- _Action item_
Starting with the line that mentions "load(ipython)", repeat each line verbatim until the entries end, both ends included.

[Saved data entries]
"""derivpad: step-by-step, self-checked Laplace-transform derivations for engineering calc records.

The supported names are listed in ``__all__``; everything else is internal.
"""

from . import forcing
from .cases import CaseResults, case_grid, case_sample, load_cases
from .core.model.derivation import Derivation
from .core.engine import derive, derive_state_space
from .core.response_spectrum import ResponseSpectrum, response_spectrum
from .core.model.problem import Problem
from .core.reading.record import CalcRecord
from .core.model.result import Result
from .core.symbolic.rules import RULES
from .core.model.steps import Line, Rule, Step
from .core.model.checks import Check, Verification
from .errors import (DerivpadError, EquationError, ExportError, ForcingError, InitialConditionError,
                     LoadHistoryError,
                     ManifestMismatchError, MissingExtraError, NonlinearTermError,
                     PackageRefusedError, ParameterError, ParseError,
                     RenderSettingError, SignatureError, SolveError, UnitError, UnknownNameError,
                     UnsafeInputError, VariableCoefficientError, VerificationFailedError,
                     WorkerError)

__version__ = "0.1.0"

__all__ = sorted([
    "CalcRecord", "CaseResults", "Check", "Derivation", "DerivpadError", "EquationError", "ExportError", "ForcingError",
    "InitialConditionError", "Line", "LoadHistoryError", "ManifestMismatchError", "MissingExtraError", "NonlinearTermError",
    "PackageRefusedError", "ParameterError", "ParseError", "Problem", "RULES", "RenderSettingError", "ResponseSpectrum", "Result", "Rule",
    "SignatureError", "SolveError", "Step", "UnitError", "UnknownNameError", "UnsafeInputError",
    "VariableCoefficientError", "Verification", "VerificationFailedError", "WorkerError", "case_grid", "case_sample", "derive", "derive_state_space", "explore",
    "forcing", "load_cases", "load_ipython_extension", "response_spectrum",
])


def load_ipython_extension(ipython):
    """``%load_ext derivpad``: the ``%%derivation`` cell magic (see docs/notebook.md)."""
    from .notebook.display import load_ipython_extension as load
    load(ipython)


def explore(equation, ics=None, params=None, controls=None, **options):
    """A live parameter explorer (ipywidgets): see docs/notebook.md."""
    from .notebook.widgets import explore as build
    return build(equation, ics=ics, params=params, controls=controls, **options)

- _Answer to the problem_
    load(ipython)


def explore(equation, ics=None, params=None, controls=None, **options):
    """A live parameter explorer (ipywidgets): see docs/notebook.md."""
    from .notebook.widgets import explore as build
    return build(equation, ics=ics, params=params, controls=controls, **options)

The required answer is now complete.